The role of small GTPases in bisphenol AF-induced multinucleation in comparison with dibutyl phthalate in the male germ cells.

The goal of this study is to examine bisphenol AF (BPAF)-induced multinucleation (MNC) in comparison with dibutyl phthalate (DBP), known to induce MNC in mouse gonocytes in vivo. We performed image-based single-cell high content analysis (HCA) in the mouse spermatogonia C18-4 cells treated with various concentrations of BPAF and DBP. BPAF as low as 5 µM was cytotoxic and resulted in 40% cell death of the C18-4 cells after 72 h. HCA revealed that 5 µM of BPAF significantly increased the number of MNC by an average of 3.6-fold. DBP did not induce MNC in the doses we tested. Cytokinesis is tightly regulated by various small GTPase-signaling pathways.
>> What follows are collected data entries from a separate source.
"""The plan of a batch: each layer's header, what it is measured with, and where its copies go."""

from __future__ import annotations

import os
from collections import defaultdict
from collections.abc import Iterable, Iterator
from dataclasses import dataclass
from functools import cached_property
from pathlib import Path

import pyarrow as pa

from geofractal.batch.cover_plan import CoverPlan, plan_covers
from geofractal.batch.ladders import naming_column
from geofractal.batch.parts import GroupsPart, LayerWork, PartInput, RowsPart
from geofractal.config.load import wrong_kinds
from geofractal.config.models import Batch, VectorLayer
from geofractal.config.yaml_tree import config_error
from geofractal.errors import LayerError, OutputError, Problem, SourceError
from geofractal.measure import Column
from geofractal.reader.groups import bucket_rows
from geofractal.reader.layers import allowed
from geofractal.reader.planes import Projector
from geofractal.reader.vector import Batch as Rows
from geofractal.reader.vector import LayerInfo, layer_info, stream
from geofractal.reader.where import Where
from geofractal.writer.attach import can_attach
from geofractal.writer.layer import SUFFIXES
from geofractal.writer.losses import Loss, expected_losses
from geofractal.writer.names import refuse_clashes
from geofractal.writer.sources import refuse_sources


@dataclass(frozen=True)
class LayerPlan:
    """One layer of lines or polygons of the batch, ready to be measured.

    `zone_columns` are those that class maps give it as their zones.
    """

    name: str
    layer: VectorLayer
    info: LayerInfo
    where: Where | None
    work: LayerWork
    zone_columns: tuple[Column, ...] = ()

    @cached_property
    def columns(self) -> tuple[Column, ...]:
        """Columns that its copies gain."""
        return (*self.work.columns, *self.zone_columns)


@dataclass(frozen=True)
class Plan:
    """All layers that can be measured, why the others cannot, and what each copy will not hold.

    `layers` are those of lines and polygons that gain columns, `covers` the class maps.
    """

    batch: Batch
    layers: tuple[LayerPlan, ...]
    covers: tuple[CoverPlan, ...]
    failed: dict[str, SourceError]
    losses: dict[tuple[str, str], tuple[Loss, ...]]

    @cached_property
    def targets(self) -> dict[tuple[str, str], Path]:
        """Return the file of each layer's copy, by layer and format.

        Layers that come from one GeoPackage go into one copy of it, named like it.
        """
        folder = self.batch.outputs.folder
        return {
            (plan.name, word): folder / f"{_stem(plan, word)}{SUFFIXES[word]}"
            for plan in self.layers
            for word in self.batch.outputs.formats
        }


def _stem(plan: LayerPlan, word: str) -> str:
    together = word == "geopackage" and can_attach(plan.info)
    return plan.info.path.stem if together else plan.name


def plan_batch(batch: Batch) -> Plan:
    """Look at every layer's header and plan the batch; no row is measured.

    A layer that cannot be read is noted in `Plan.failed` and the others go on.

    Raises
    ------
    ConfigError
        The batch file asks what a layer does not have: all such faults at once.
    OutputError
        An output would overwrite a source or another output, or a column's name is taken.
    """
    problems: list[Problem] = []
    vectors: dict[str, LayerPlan] = {}
    failed: dict[str, SourceError] = {}
    for name, layer in batch.vector_layers.items():
        if name not in batch.layers_used:
            continue
        try:
            vectors[name] = _plan_layer(batch, name, layer, problems)
        except SourceError as error:
            failed[name] = error
    problems += wrong_kinds(batch, {name: {plan.info.geometry} for name, plan in vectors.items()})
    covers = plan_covers(batch, vectors, failed, problems)
    if problems:
        raise config_error(batch.file or Path("batch"), problems)
    plans = [plan for plan in vectors.values() if plan.columns]
    losses: dict[tuple[str, str], tuple[Loss, ...]] = {
        (plan.name, word): expected_losses(plan.info, plan.columns, word)
        for plan in plans
        for word in batch.outputs.formats
    }
    plan = Plan(batch, tuple(plans), covers, failed, losses)
    _refuse_outputs(plan)
    return plan


def _plan_layer(batch: Batch, name: str, layer: VectorLayer, problems: list[Problem]) -> LayerPlan:
    info = layer_info(
        layer.source,
        layer=layer.layer,
        crs=layer.crs,
        override_crs=layer.override_crs,
        encoding=layer.encoding,
    )
    problems += _column_problems(batch, name, layer, info)
    where = None
    if layer.where is not None:
        try:
            where = Where(layer.where, info.fields)
        except LayerError as error:
            problems.append(batch.problem(("layers", name, "where"), str(error)))
    projection = batch.projection
    assert info.crs is not None  # layer_info refuses a layer without one
    projector = Projector(
        info.crs,
        plane=projection.plane if info.bounds else "feature",
        budget=projection.budget_percent / 100.0,
        three_dimensions=projection.three_dimensions,
        edges=layer.edges,
        bounds=info.bounds,
    )
    requests = batch.requests_of(name)
    tables = any(request.ladder_columns() for request in requests)
    named = naming_column(layer.id, layer.group_by, info) if tables else None
    work = LayerWork(requests, projector, layer.prepare, layer.group_by is not None, named)
    return LayerPlan(name, layer, info, where, work, batch.zone_columns_of(name))


def _column_problems(batch: Batch, name: str, layer: VectorLayer, info: LayerInfo) -> Iterable[Problem]:
    for key, column in (("id", layer.id), ("group-by", layer.group_by)):
        if column is not None and column not in info.field_names:
            said = f"{info.path}: layer {info.layer!r} has no column {column!r}"
            yield batch.problem(("layers", name, key), f"{said}; {allowed(info.field_names, column)}")


def _refuse_outputs(plan: Plan) -> None:
    """Refuse targets that are sources or one another's, and columns whose names are taken."""
    tables = [(target, cover.name) for cover in plan.covers for target in cover.targets(plan.batch)]
    ladders = [table for layer in plan.layers for table in layer.work.ladders]
    tables += [(target, f"ladders of {t.request.of}") for t in ladders for target in t.targets(plan.batch)]
    targets = [*plan.targets.values(), *(target for target, _ in tables)]
    refuse_sources(targets, [layer.source for layer in plan.batch.layers.values()])
    origins: dict[str, set[str]] = defaultdict(set)
    for target, name in tables:
        origins[str(target).casefold()].add(name)
    attached: dict[tuple[Path, str], tuple[Column, ...]] = defaultdict(tuple)
    for layer in plan.layers:
        attached[layer.info.path, layer.info.layer] += layer.columns
        together = attached[layer.info.path, layer.info.layer]
        refuse_clashes(layer.info, together if "geopackage" in plan.batch.outputs.formats else layer.columns)
        for word in plan.batch.outputs.formats:
            target = plan.targets[layer.name, word]
            origins[str(target).casefold()].add(
                str(layer.info.path) if target.stem != layer.name else layer.name
            )
    for folded, sources in origins.items():
        if len(sources) > 1:
            raise OutputError(
                f"{folded}: {' and '.join(sorted(sources))} would both be written to this file; "
                "rename a layer in the batch file"
            )


def parts_of(layer: LayerPlan, folder: Path) -> Iterator[PartInput]:
    """Yield a layer's parts, cut by the source alone; groups are first spooled in `folder`."""
    key = layer.layer.group_by
    ids = layer.layer.id if layer.work.named and not key else None
    columns = {*(layer.where.columns if layer.where else ()), *filter(None, (key, ids))}
    batches = (
        (batch, layer.where.mask(batch.attributes) if layer.where else None)
        for batch in stream(layer.info, columns=sorted(columns))
    )
    if key:
        for bucket in bucket_rows(batches, key, layer.info, folder / f"{layer.name}.{os.getpid()}.groups"):
            yield GroupsPart(bucket)
    else:
        for batch, wanted in batches:
            yield RowsPart(
                batch.rows, batch.wkb, batch.fids, wanted, _ids(batch, ids, layer) if ids else None
            )


def _ids(batch: Rows, column: str, layer: LayerPlan) -> pa.Array:
    """Return the values that name a batch's rows in ladder tables."""
    values = batch.attributes.column(column)
    try:
        return values.cast(layer.work.ladders[0].schema.field("id").type)
    except pa.ArrowException:
        raise LayerError(
            f"{layer.info.path}: layer {layer.info.layer!r}: column {column!r} of type {values.type} cannot "
            "name rows in a table; id takes text or numbers"
        ) from None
We, therefore, tested 5 selective GTPase inhibitors and found that Y27632, a ROCK inhibitor, reduced the BPAF-induced MNC by nearly 30%. Inhibition of Cdc42 by ML141 conversely increased the number of BPAF-induced MNC. We performed a hierarchical cluster analysis of the HCA data and demonstrated that the cytoskeletal disruption by BPAF was reversely modified by Y27632. We found that mRNA expression of genes regulating Rho and Rac GTPase activities, p190RhoGap and MgcRacGap, was altered in BPAF-treated C18-4 cells in a time-dependent manner. Multinucleated gonocytes are often indicators of disease pathologies. Our results provided the first evidence of mechanisms of the dual toxicity by BPAF to male germ cells, which induces chromosome endoreplication without the coordinated cytokinetic cellular components. The unique genotoxic mechanism of forming multinucleated germ cells suggests a novel mode of action in the male repro-toxicity concern over the increasingly ubiquitous presence of BPA analogs.